Have you considered making a talisman? An object he can carry with him whose job it is to remind him of better/happier things that are worth fighting for? It's best to make them during a time when he's happy, grateful, and positive (basically, feeling the emotions that you want to have the reminder be of).
Alternatively, you could make something like a talisman that stays in a special place in the home and is placed in a spot where he would look at it often. Particularly if he is having a tough moment (i.e. if he tends to sit on a certain couch/chair, place it on a table near that chair or on a wall where it's hard to be missed from that position).

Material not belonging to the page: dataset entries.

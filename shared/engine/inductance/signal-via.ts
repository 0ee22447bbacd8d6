import { MU0_H_PER_M } from '../constants';
import { EngineError } from '../errors';
import { positive, wholeCount } from './checks';

function factor(height_m: number, distance_m: number, diameter_m: number): [perNeper: number, ln: number] {
  positive('height_m', height_m);
  positive('diameter_m', diameter_m);
  if (!(positive('distance_m', distance_m) > diameter_m))
    throw new EngineError('distance_m', 'must be wider than the diameter');
  return [(MU0_H_PER_M * height_m) / (2 * Math.PI), Math.log((2 * distance_m) / diameter_m)];
}

/**
 * Loop of one via with n return vias evenly round it that share the return current, henry: with height h, distance S from centre
 * to each return and diameter D of all, in metres, (μ₀h/2π)·((1 + 1/n)·ln(2S/D) − ln(n)/n).
 *
 * Derivation: the flux between the via and one return is that of the via itself, ln(2S/D), of that return, ln(2S/D)/n, and of the
 * n − 1 others, each ln(S/a)/n at distance a from it; the product of these a is n·S^(n−1) (chords of a regular polygon). n = 1 is
 * the pair of thin wires. (An archived message of 2001 prints + 0.5 ln 2 for n = 2; that does not check out.)
 * Throws EngineError for sizes of zero or less, vias that touch, and a count that is not whole.
 */
export function signalVia_H(
  height_m: number,
  distance_m: number,
  diameter_m: number,
  returns: number,
): number {
  const [perNeper, ln] = factor(height_m, distance_m, diameter_m);
  const n = wholeCount('returns', returns);
  if (n > 1 && !(2 * distance_m * Math.sin(Math.PI / n) > diameter_m))
    throw new EngineError('returns', 'so many returns touch each other at this distance');
  return perNeper * ((1 + 1 / n) * ln - Math.log(n) / n);
}

/**
 * The same with a closed cylinder of radius S for a return, henry: (μ₀h/2π)·ln(2S/D), which many returns come near to. Throws
 * EngineError for sizes of zero or less and for S not above D. Source: coaxial line (textbook).
 */
export function coaxVia_H(height_m: number, distance_m: number, diameter_m: number): number {
  const [perNeper, ln] = factor(height_m, distance_m, diameter_m);
  return perNeper * ln;
}
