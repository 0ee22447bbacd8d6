import { describe, expect, it } from 'vitest';
import { parallelPairs_H, singleVia_H, viaPair_H, viaPairLog_H } from './via';

const fault = (field: string) => expect.objectContaining({ name: 'EngineError', field });
const BAD = [0, -1e-3, Number.NaN, Number.POSITIVE_INFINITY];

describe('vias', () => {
  it('have a loop that grows with height and spacing and shrinks with thicker barrels', () => {
    const pair = viaPair_H(3e-4, 1e-3, 2.5e-4);
    expect(pair).toBeCloseTo(1.2e-10 * Math.acosh(4), 20);
    expect(viaPair_H(6e-4, 1e-3, 2.5e-4)).toBeCloseTo(2 * pair, 20);
    expect(viaPair_H(3e-4, 1.2e-3, 2.5e-4)).toBeGreaterThan(pair);
    expect(viaPair_H(3e-4, 1e-3, 3e-4)).toBeLessThan(pair);
  });

  it('come to next to nothing when they all but touch, where thin wires would not', () => {
    expect(viaPair_H(1e-3, 1.0001e-3, 1e-3)).toBeLessThan(1e-11);
    expect(viaPairLog_H(1e-3, 1.0001e-3, 1e-3)).toBeGreaterThan(2e-10);
  });

  it('share the current between pairs as far as these leave each other alone', () => {
    expect(parallelPairs_H(1e-9, 4, 0)).toBe(0.25e-9);
    expect(parallelPairs_H(1e-9, 4, 1)).toBe(1e-9);
    expect(parallelPairs_H(1e-9, 2, 0.3)).toBeCloseTo(0.65e-9, 20);
    expect(parallelPairs_H(1e-9, 1, 0.7)).toBe(1e-9);
  });

  it('name what they refuse', () => {
    for (const bad of BAD) {
      expect(() => singleVia_H(bad, 1e-4)).toThrow(fault('height_m'));
      expect(() => singleVia_H(1e-3, bad)).toThrow(fault('diameter_m'));
      for (const pair of [viaPair_H, viaPairLog_H]) {
        expect(() => pair(bad, 1e-3, 1e-4)).toThrow(fault('height_m'));
        expect(() => pair(1e-3, bad, 1e-4)).toThrow(fault('spacing_m'));
        expect(() => pair(1e-3, 1e-3, bad)).toThrow(fault('diameter_m'));
      }
    }
    expect(() => viaPair_H(1e-3, 1e-4, 1e-4)).toThrow(fault('spacing_m'));
    expect(() => singleVia_H(1e-5, 1e-3)).toThrow(fault('height_m'));
    expect(() => parallelPairs_H(-1, 1, 0)).toThrow(fault('pair_H'));
    expect(() => parallelPairs_H(1e-9, 1.5, 0)).toThrow(fault('pairs'));
    expect(() => parallelPairs_H(1e-9, 0, 0)).toThrow(fault('pairs'));
    expect(() => parallelPairs_H(1e-9, 2, 1.1)).toThrow(fault('coupling'));
    expect(() => parallelPairs_H(1e-9, 2, -0.1)).toThrow(fault('coupling'));
  });
});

The idea of using scent is a good idea. What scent you use may depend on your father's preferences, and what he associates each scent with. You want something that he won't associate with negativity and that is either associated mildly with positivity or has no former associations but is either relaxing or grounding. Sometimes even something stimulating can help break the mental cycle (lemongrass).

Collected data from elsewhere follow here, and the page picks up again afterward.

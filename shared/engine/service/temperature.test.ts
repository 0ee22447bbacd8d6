import { describe, expect, it } from 'vitest';
import type { PartBehaviour } from './part-behaviour';
import { temperatureFactor } from './temperature';

const fault = (field: string) => expect.objectContaining({ name: 'EngineError', field });
const bare: PartBehaviour = { capacitance_F: 1e-6, esr_ohm: 0.01, esl_H: 1e-9 };
const ceramic = (dielectric: string): PartBehaviour => ({ ...bare, technology: 'ceramic', dielectric });

describe('temperature', () => {
  it('is a band with a class 2 code, closed at its reference', () => {
    expect(temperatureFactor(ceramic('X7R'), 60)).toEqual({
      factor: 1,
      low: 0.85,
      high: 1.15,
      estimated: true,
      basis: 'X7R limits',
    });
    expect(temperatureFactor(ceramic('X7R'), 25)).toMatchObject({ low: 1, high: 1, estimated: false });
    expect(temperatureFactor(ceramic('2R1'), 20)).toMatchObject({ low: 1, high: 1 });
    expect(temperatureFactor(ceramic('2R1'), 25)).toMatchObject({ low: 0.85, high: 1.15 });
    expect(temperatureFactor(ceramic('Y5V'), 0).low).toBeCloseTo(0.18, 14);
  });

  it('outside a code’s range still answers, and says so', () => {
    expect(temperatureFactor(ceramic('X5R'), 85).basis).toBe('X5R limits');
    expect(temperatureFactor(ceramic('X5R'), 90)).toMatchObject({
      low: 0.85,
      estimated: true,
      basis: 'X5R limits, outside its −55 … 85 °C',
    });
  });

  it('is a value with a narrow band with a class 1 code', () => {
    const c0g = temperatureFactor(ceramic('C0G'), 125);
    expect(c0g).toMatchObject({ factor: 1, estimated: false });
    expect(c0g.high - 1).toBeCloseTo(0.003, 12);
    const u2j = temperatureFactor(ceramic('U2J'), -55);
    expect(u2j.factor).toBeCloseTo(1.06, 12);
    expect(u2j.factor - u2j.low).toBeCloseTo(0.0096, 12);
    expect(temperatureFactor(ceramic('C0G'), 150)).toMatchObject({ estimated: true });
  });

  it('follows the part’s curve, held at its ends', () => {
    const part: PartBehaviour = {
      ...ceramic('X7R'),
      temperature_curve: [
        [-40, 0.9],
        [25, 1],
        [85, 0.94],
      ],
    };
    expect(temperatureFactor(part, 85)).toEqual({
      factor: 0.94,
      low: 0.94,
      high: 0.94,
      estimated: false,
      basis: 'temperature curve',
    });
    expect(temperatureFactor(part, -55)).toMatchObject({ factor: 0.9, estimated: true });
    expect(temperatureFactor(part, 125)).toMatchObject({ factor: 0.94, estimated: true });
    const zero: PartBehaviour = {
      ...bare,
      temperature_curve: [
        [0, 0],
        [25, 1],
      ],
    };
    expect(() => temperatureFactor(zero, 20)).toThrow(fault('temperature_curve[0]'));
  });

  it('has a usual drift for the others, from 20 °C', () => {
    const of = (technology: string, T: number) => temperatureFactor({ ...bare, technology }, T);
    expect(of('aluminium', -20).factor).toBeCloseTo(0.9, 14);
    expect(of('aluminium', 70).factor).toBeCloseTo(1.05, 14);
    expect(of('tantalum', 70)).toMatchObject({ factor: 1, low: 0.97, high: 1.03, estimated: true });
    expect(of('polymer', 0).low).toBeCloseTo(0.99, 14);
    expect(of('film', 120).high).toBeCloseTo(1.03, 14);
    for (const technology of ['aluminium', 'tantalum', 'polymer', 'film'])
      expect(of(technology, 20)).toMatchObject({ factor: 1, low: 1, high: 1, estimated: false });
  });

  it('takes a bare part as it stands, and a ceramic without a code as the usual one', () => {
    expect(temperatureFactor(bare, 85)).toMatchObject({
      low: 1,
      high: 1,
      estimated: false,
      basis: 'as given',
    });
    expect(temperatureFactor(ceramic('?'), 85)).toMatchObject({ low: 0.85, high: 1.15, estimated: true });
    expect(temperatureFactor(ceramic('?'), 25)).toMatchObject({ low: 1, high: 1, estimated: false });
  });

  it('must be one', () => {
    for (const bad of [Number.NaN, Number.NEGATIVE_INFINITY, -300])
      expect(() => temperatureFactor(bare, bad)).toThrow(fault('temperature_C'));
  });
});
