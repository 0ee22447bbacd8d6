import { EngineError } from '../errors';

/** Gives the value back; throws EngineError naming `field` when it is NaN or infinite. */
export function finite(field: string, value: number): number {
  if (!Number.isFinite(value)) throw new EngineError(field, 'must be a finite number');
  return value;
}

/** Gives the value back; throws EngineError naming `field` when it is negative, NaN or infinite. */
export function notNegative(field: string, value: number): number {
  if (finite(field, value) < 0) throw new EngineError(field, 'must not be negative');
  return value;
}
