import { mountRecipeSchema } from '@shared/schemas/board-setup.schema';
import { describe, expect, it } from 'vitest';
import { microstrip_HPerM } from './microstrip';
import { type MountShape, mountInductance } from './mount';
import { viaPair_H } from './via';

const fault = (field: string) => expect.objectContaining({ name: 'EngineError', field });
const recipe: MountShape = {
  trace_length_m: 0.4e-3,
  trace_width_m: 0.5e-3,
  via_drill_m: 0.25e-3,
  via_spacing_m: 1e-3,
  via_pairs: 2,
  coupling: 0.3,
};
const where = { traceHeight_m: 1e-4, viaDepth_m: 3e-4 };
/** As read: no-break spaces become plain ones. */
const plain = (text: string) => text.replaceAll('\u00a0', ' ');

describe('mount', () => {
  it('is its traces and its vias, with what each costs and how it was reckoned', () => {
    const { total_H, segments } = mountInductance(recipe, where);
    const [traces, vias] = segments;
    expect(segments.map((one) => one.part)).toEqual(['traces', 'vias']);
    expect(traces.inductance_H).toBeCloseTo(0.8e-3 * microstrip_HPerM(0.5e-3, 1e-4), 20);
    expect(vias.inductance_H).toBeCloseTo(0.65 * viaPair_H(3e-4, 1e-3, 0.25e-3), 20);
    expect(total_H).toBe(traces.inductance_H + vias.inductance_H);
    expect(traces.share + vias.share).toBeCloseTo(1, 14);
    expect(plain(traces.formula)).toBe('2 · 0.4 mm · L′(w 0.5 mm, h 0.1 mm)');
    expect(plain(vias.formula)).toBe('μ₀/π · 0.3 mm · acosh(1 mm / 0.25 mm) · (1 + 1 · 0.3) / 2');
    expect(plain(mountInductance({ ...recipe, via_pairs: 1 }, where).segments[1].formula)).toBe(
      'μ₀/π · 0.3 mm · acosh(1 mm / 0.25 mm)',
    );
    // An ordinary mount close over its plane: a few tenths of a nanohenry.
    expect(total_H).toBeGreaterThan(0.2e-9);
    expect(total_H).toBeLessThan(0.5e-9);
  });

  it('has no traces with the via in the pad and no vias down to the outer copper itself', () => {
    const inPad = mountInductance({ ...recipe, trace_length_m: 0 }, where);
    expect(inPad.segments.map((one) => one.share)).toEqual([0, 1]);
    const onPlane = mountInductance(recipe, { ...where, viaDepth_m: 0 });
    expect(onPlane.segments.map((one) => one.share)).toEqual([1, 0]);
    const nothing = mountInductance({ ...recipe, trace_length_m: 0 }, { ...where, viaDepth_m: 0 });
    expect(nothing.total_H).toBe(0);
    expect(nothing.segments.map((one) => one.share)).toEqual([0, 0]);
  });

  it('takes a board’s recipe as it is stored', () => {
    const stored = mountRecipeSchema.parse({
      id: '018f2d3e-7c4a-7b21-9c55-3f1d2a6b8c90',
      name: 'ordinary',
      ...recipe,
    });
    expect(mountInductance(stored, where)).toEqual(mountInductance(recipe, where));
  });

  it.each([
    ['trace_length_m', -1e-3],
    ['trace_width_m', 0],
    ['via_drill_m', 0],
    ['via_spacing_m', 0.25e-3],
    ['via_pairs', 0],
    ['via_pairs', 1.5],
    ['coupling', 1.01],
    ['coupling', Number.NaN],
  ])('names the recipe’s %s when it is %d', (field, value) =>
    expect(() => mountInductance({ ...recipe, [field]: value }, where)).toThrow(fault(field)),
  );

  it('names the height and the depth', () => {
    expect(() => mountInductance(recipe, { ...where, traceHeight_m: 0 })).toThrow(fault('traceHeight_m'));
    expect(() => mountInductance(recipe, { ...where, viaDepth_m: -1e-4 })).toThrow(fault('viaDepth_m'));
  });
});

Making a habit of going outside (in a safe place that won't trigger any memories) on a regular basis can really help keep one's mind on the immediate reality. Especially if we're prone to watching nature regularly and it provides a sense of calm and stability - that we are all a part of the universe and we have a place within it, but we don't control it in the slightest. Just that sense of belonging, of observing, of being able to observe, can sometimes be a very helpfully grounding factor.
Routines are a biggie. Not just routines of how to come down from an episode, but weekly or bi-weekly routines to keep your mind moving forward in the present reality instead of the past or the "what if" mentality. This is where actively celebrating the new and full moons can be extremely healing. Because they happen no matter what, and it only takes a little bit of awareness and some planning to maintain that routine. Since it's not under your control at all, you're forced to celebrate it on certain days and your normal routines for those events can develop as time goes forward (which also gives you something else to focus on). Plus if you're already oriented in a more lunar-focused paganesque way, it's a good familiar to ground to get some personal control and bearing in.

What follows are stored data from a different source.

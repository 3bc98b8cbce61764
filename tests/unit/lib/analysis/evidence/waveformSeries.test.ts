import { describe, expect, it } from 'vitest';
import { waveformSeries } from '#lib/analysis/evidence/waveformSeries.ts';

describe('waveformSeries', () => {
  it('keeps the one click in a hundred thousand samples', () => {
    const samples = new Float32Array(100_000);
    samples[54_321] = 0.9;
    samples[54_322] = -0.8;
    const [time, minimum, maximum] = waveformSeries(samples, 1000, 5).columns;
    expect(maximum?.values.length).toBeLessThanOrEqual(8192);
    expect(Math.max(...(maximum?.values ?? []))).toBeCloseTo(0.9, 6);
    expect(Math.min(...(minimum?.values ?? []))).toBeCloseTo(-0.8, 6);
    const at = maximum?.values.indexOf(Math.max(...maximum.values)) ?? 0;
    // 24 samples to a point: within 0.02 s of 5 + 54.321 s.
    expect(Math.abs((time?.values[at] ?? 0) - 59.321)).toBeLessThan(0.02);
  });
});
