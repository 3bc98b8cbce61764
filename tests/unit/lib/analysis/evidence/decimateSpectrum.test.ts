import { describe, expect, it } from 'vitest';
import { MOST_SPECTRUM_ROWS, decimateSpectrum } from '#lib/analysis/evidence/decimateSpectrum.ts';

describe('decimateSpectrum', () => {
  it('keeps every line at its own place and height when 32,768 bins become 8192 rows', () => {
    const levels = new Float32Array(32_768).map((_, bin) => (bin % 997 === 0 ? 40 + bin / 1000 : -3));
    const { positions, levels: kept } = decimateSpectrum(levels, { step: 0.25, firstBin: 0, endBin: levels.length });
    expect(kept.length).toBeLessThanOrEqual(MOST_SPECTRUM_ROWS);
    for (let bin = 0; bin < levels.length; bin += 997) {
      const row = positions.indexOf(bin * 0.25);
      expect(row).toBeGreaterThanOrEqual(0);
      expect(kept[row]).toBe(levels[bin]);
    }
  });

  it('leaves a short spectrum as it is', () => {
    const { positions, levels } = decimateSpectrum(Float32Array.from([1, 2, 3, 4]), {
      step: 2,
      firstBin: 1,
      endBin: 9,
    });
    expect([...positions]).toEqual([2, 4, 6]);
    expect([...levels]).toEqual([2, 3, 4]);
  });
});
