class Bands:
    """The ends of loop gain and noise gain at frequencies, each factored once."""

    def __init__(self, network: Network, off: Off) -> None:
        """Take the network the loops are looked at in, and what moves them."""
        self._network, self._off = network, off
        self._solved: dict[float, _Solved] = {}

    def at(self, k: int, hertz: float) -> InBand | None:
        """Return the ends of amplifier number `k` at a frequency; None where it has no loop."""
        if hertz not in self._solved:
            self._solved[hertz] = _Solved(self._network, self._off, hertz)
        with _beyond_numbers():
            loop = self._solved[hertz].loop(k)
            return None if loop is None else _in_band(loop)


def _groups(hertz: Mapping[int, float]) -> dict[float, list[int]]:
    """Return the amplifiers whose loops close near one another, by the lowest one's frequency."""
    groups: dict[float, list[int]] = {}
    first = 0.0
    for k, own in sorted(hertz.items(), key=lambda item: item[1]):
        if not first or np.log(own / first) > TOGETHER:
            first = own
            groups[first] = []
        groups[first].append(k)
    return groups


class _Moved(msgspec.Struct, frozen=True):
    """ln T of one loop at some shares: its value and derivatives.

    value            ln T, shape (corners,)
    first, second    its derivatives to the logarithm of frequency
    gradient         its derivative to each share, shape (corners, parameters)
    """

    value: Complex
    first: Complex
    second: Complex
    gradient: Complex
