@fault
def rails_of_one_package_differ(base: Base) -> Fault | None:
    """One channel of a dual package on a rail of its own."""
    spare = base.roles.get("spare")
    if not spare:
        return None
    level = base.amplifier.positive * 0.9
    cards = base.rewired(spare, "vp", "vq")
    cards |= {"VQ": f"VQ vq 0 {level:.3g}", "CQ": "CQ vq 0 100n"}
    return Fault(cards, ("supply-package-split",), (spare, base.main), True)


@fault
def name_disagrees(base: Base) -> Fault:
    """The rail is named for another level than it has."""
    volts = f"+{base.amplifier.positive * 1.5:.3g}V"
    words = {k: [volts if w == "vp" else w for w in v.split()] for k, v in base.cards.items()}
    cards = {k: " ".join(v) for k, v in words.items()}
    return Fault(cards, ("supply-name-disagrees",), (volts,), True)


# --- decoupling


def _rail_capacitors(base: Base, letter: str) -> list[str]:
    return [k for k in base.cards if k.startswith(f"C{letter}") and k[2:].isdigit()]


@fault
def positive_undecoupled(base: Base) -> Fault:
    """No small capacitor on the positive rail."""
    cards = base.without(*_rail_capacitors(base, "P"))
    return Fault(cards, ("decoupling-absent",), ("vp",), True)


@fault
def negative_undecoupled(base: Base) -> Fault | None:
    """No small capacitor on the negative rail."""
    if base.amplifier.single:
        return None
    cards = base.without(*_rail_capacitors(base, "N"))
    return Fault(cards, ("decoupling-absent",), ("vn",), True)


@fault
def capacitor_too_small(base: Base) -> Fault:
    """Picofarads where nanofarads were meant."""
    cards = base.with_cards(**{k: f"{k} vp 0 100p" for k in _rail_capacitors(base, "P")})
    return Fault(cards, ("decoupling-absent",), ("vp",), True)


@fault
def capacitors_too_few(base: Base) -> Fault | None:
    """One capacitor for several packages."""
    all_of_them = _rail_capacitors(base, "P")
    if len(all_of_them) < 2:
        return None
    return Fault(base.without(*all_of_them[1:]), ("decoupling-few",), ("vp",))


@fault
def decoupled_before_ferrite(base: Base) -> Fault:
    """All capacitors on the source side of a ferrite."""
    moved = {k: base.cards[k].replace(" vp ", " rawp ") for k in _rail_capacitors(base, "P")}
    moved["CBP"] = "CBP rawp 0 10u"
    cards = {k: v for k, v in base.cards.items() if k != "RSP"}
    cards |= {**moved, "LFB1": "LFB1 rawp vp 10u"}
    return Fault(cards, ("decoupling-behind-series",), ("vp",), True)


@fault
def decoupled_across_only(base: Base) -> Fault | None:
    """Rails decoupled to each other only."""
    if base.amplifier.single:
        return None
    gone = [*_rail_capacitors(base, "P"), *_rail_capacitors(base, "N"), "CBP", "CBN"]
    cards = {**base.without(*gone), "CX1": "CX1 vp vn 100n"}
    return Fault(cards, ("decoupling-rail-to-rail-only",), ("vp", "vn"))


@fault
def reference_not_bypassed(base: Base) -> Fault | None:
    """The divided reference without its capacitor."""
    if not has(base, "bypass"):
        return None
    return Fault(base.without(base.roles["bypass"]), ("decoupling-reference",), (base.main,))


@fault
def no_bulk(base: Base) -> Fault:
    """No capacitor larger than 100 nF on a rail fed through a resistor."""
    return Fault(base.without("CBP"), ("decoupling-bulk",), ("vp",))


# --- headroom


@fault
def signal_too_large(base: Base) -> Fault | None:
    """A signal that asks for more than the rails."""
    source = base.roles.get("source", "")
    if not linear(base) or " SIN(" not in base.cards.get(source, "") or source == "IPD":
        return None
    head, numbers = base.cards[source].split("SIN(")
    offset, peak, rest = numbers.split(" ", 2)
    a = base.amplifier
    room = max(a.positive - a.middle, a.middle - a.negative) / a.peak
    times = 2.0 * room / float(base.roles.get("swing", "0.9"))
    cards = base.with_cards(**{source: f"{head}SIN({offset} {float(peak) * times:.4g} {rest}"})
    return Fault(
        cards, ("headroom-output", "headroom-input"), (base.main, base.roles["last"]), True
    )


@fault
def gain_too_high(base: Base) -> Fault | None:
    """A feedback resistor ten times too large."""
    if not has(base, "feedback", "gain", "source") or base.roles.get("across"):
        return None
    if base.name in ("anti_alias_gain",):
        return None
    feedback = base.roles["feedback"]
    a = base.amplifier
    room = max(a.positive - a.middle, a.middle - a.negative) / a.peak
    times = 3.0 * room / float(base.roles.get("swing", "0.9"))
    if base.roles["gain"] == "RG":
        cards = base.revalued(RG=base.value("RG") / times)
    else:
        cards = base.revalued(**{feedback: base.value(feedback) * times})
    return Fault(cards, ("headroom-output",), (base.main, base.roles["last"]), True)


@fault
def level_wrong(base: Base) -> Fault | None:
    """The middle level near the upper rail."""
    a = base.amplifier
    used = [k for k, v in base.cards.items() if k != "VREF" and "ref" in v.split()]
    if not used or not linear(base) or base.name == "anti_alias_gain":
        return None
    cards = base.with_cards(VREF=f"VREF ref 0 {a.positive * 0.99:.4g}")
    last = base.roles["last"]
    rules = ("headroom-output", "headroom-input", "bias-level")
    return Fault(cards, rules, (base.main, last, base.roles.get("spare", last)), True)


@fault
def input_beyond_range(base: Base) -> Fault | None:
    """A follower's signal beyond what its inputs take, but inside the rails."""
    a = base.amplifier
    above = a.reach[1]
    if base.name != "probe_buffer" or above >= 0:
        return None
    top = a.positive + above * 0.2
    cards = base.with_cards(VIN=f"VIN in 0 SIN({a.middle:g} {top - a.middle:.4g} 40)")
    return Fault(cards, ("headroom-input", "headroom-output"), (base.main,), True)


@fault
def input_at_lower_rail(base: Base) -> Fault | None:
    """A signal that goes to the negative rail of a device whose inputs do not reach it."""
    a = base.amplifier
    if base.name != "probe_buffer" or a.reach[0] <= 0.5:
        return None
    cards = base.with_cards(VIN=f"VIN in 0 SIN({a.negative / 2:g} {-a.negative / 2:g} 40)")
    rules = ("headroom-input", "headroom-output", "headroom-phase-reversal")
    return Fault(cards, rules, (base.main,), True)


@fault
def offset_eats_range(base: Base) -> Fault | None:
    """So much gain at DC that the offset alone takes the range."""
    a = base.amplifier
    if base.name != "level_inverter" or a.offset < 100e-6:
        return None
    gain = 0.5 * (a.positive - a.negative) / a.offset
    peak = a.peak / 2 / gain
    cards = base.revalued(R1=100.0, R2=100.0 * gain)
    cards["VIN"] = f"VIN in 0 SIN({a.middle:g} {peak:.4g} 1)"
    rules = ("headroom-offset", "headroom-output", "feedback-high")
    return Fault(cards, rules, (base.main,))


@fault
def load_overdriven(base: Base) -> Fault | None:
    """A converter input that stands half of what the output reaches."""
    if base.name != "level_amplifier":
        return None
    top = base.amplifier.middle + base.amplifier.peak
    cards = {**base.cards, "*9": f"* railguard: load out 100k max-volts={top / 2:.3g}"}
    return Fault(cards, ("headroom-load",), (base.main,), True)


# --- drive
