def judge_transimpedance(stage: Stage, limits: Limits, design: Design) -> Iterator[Outcome]:
    """Judge whether a transimpedance stage has a capacitor across its feedback."""
    if stage.topology != "transimpedance" or stage.use != "linear":
        return
    if stage.feedback.capacitance or not stage.feedback.resistance:
        return
    if _margin(stage, limits["wanted"]) is not None:
        return
    if stage.feedback.resistance < limits["resistance"]:
        return
    wanted = across_feedback(stage, limits["capacitance"])
    fitting = f"Fit {si(wanted, 'F')}" if wanted is not None else "Fit a few picofarads"
    yield stage_finding(
        "stability-transimpedance",
        stage,
        "minor",
        f"{stage.schematic} turns a current into a voltage over "
        f"{si(stage.feedback.resistance, 'Ω')} and has no capacitor across it: with the "
        "capacitance of the source and the input its loop closes with little phase left.",
        nets=(stage.inputs.minus.net,),
        demand=stage.feedback.resistance,
        limit=limits["resistance"],
        margin=limits["resistance"] - stage.feedback.resistance,
        unit="Ω",
        basis=("netlist", "practice"),
        remedy=f"{fitting} across {listed(stage.feedback.elements) or 'the feedback resistor'}.",
        source="Texas Instruments OPA607 SBOS981J, transimpedance design",
    )


TRANSIMPEDANCE = Rule(
    name="stability-transimpedance",
    family="stability",
    looks_at="stage",
    judges="Whether a transimpedance stage has a capacitor across its feedback resistor.",
    reason="The source's capacitance and the feedback resistor are a pole inside the loop.",
    source="Texas Instruments OPA607 SBOS981J; S. Franco, Design with Operational Amplifiers, 3rd "
    "ed., ch. 8",
    silent="Where the phase margin is known: stability-phase-margin judges that.",
    limits=(
        _WANTED,
        Limit(
            name="resistance",
            default=10e3,
            unit="Ω",
            meaning="feedback resistance from which a capacitor is wanted",
            source=NO_SOURCE,
        ),
        Limit(
            name="capacitance",
            default=20e-12,
            unit="F",
            meaning="source and input capacitance taken for the capacitor proposed",
            source="Texas Instruments OPA607 SBOS981J works with 20 pF",
        ),
    ),
    judge=judge_transimpedance,
)

RULES = (NOISE_GAIN, PHASE_MARGIN, LOAD_CAPACITANCE, TRANSIMPEDANCE)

Other routines can include things like what to do after you get home from work/events/whatever, waking up routines, pre-sleep routines, "every Tuesday I visit x" routines, etc... The mind is the limit.
But really, what's going to be the longest and most critical factor of his healing is going to be the professional help. We can't fix it if we can't face it and work through it in a safe way, and it changes a person's understanding and world view forever. There's never a cure in that sense, just a shifting of perception and understanding and reinstating a form of control where it can be found. Anxiety issues are complicated like that, and the biggest thing with PTSD and other anxiety issues is that they're a body's natural reaction to an abnormal situation and there's no way to rationally tell someone who's lived through that traumatic event(s) that it's not a rational understanding or world view. Because it happened, it was real, and there's no law (natural or man-made) that will ever keep it from happening again.
But it can get better. It's a process, and it takes time as Snow said, and it will make one work for that sense of grounding again, but it can get better.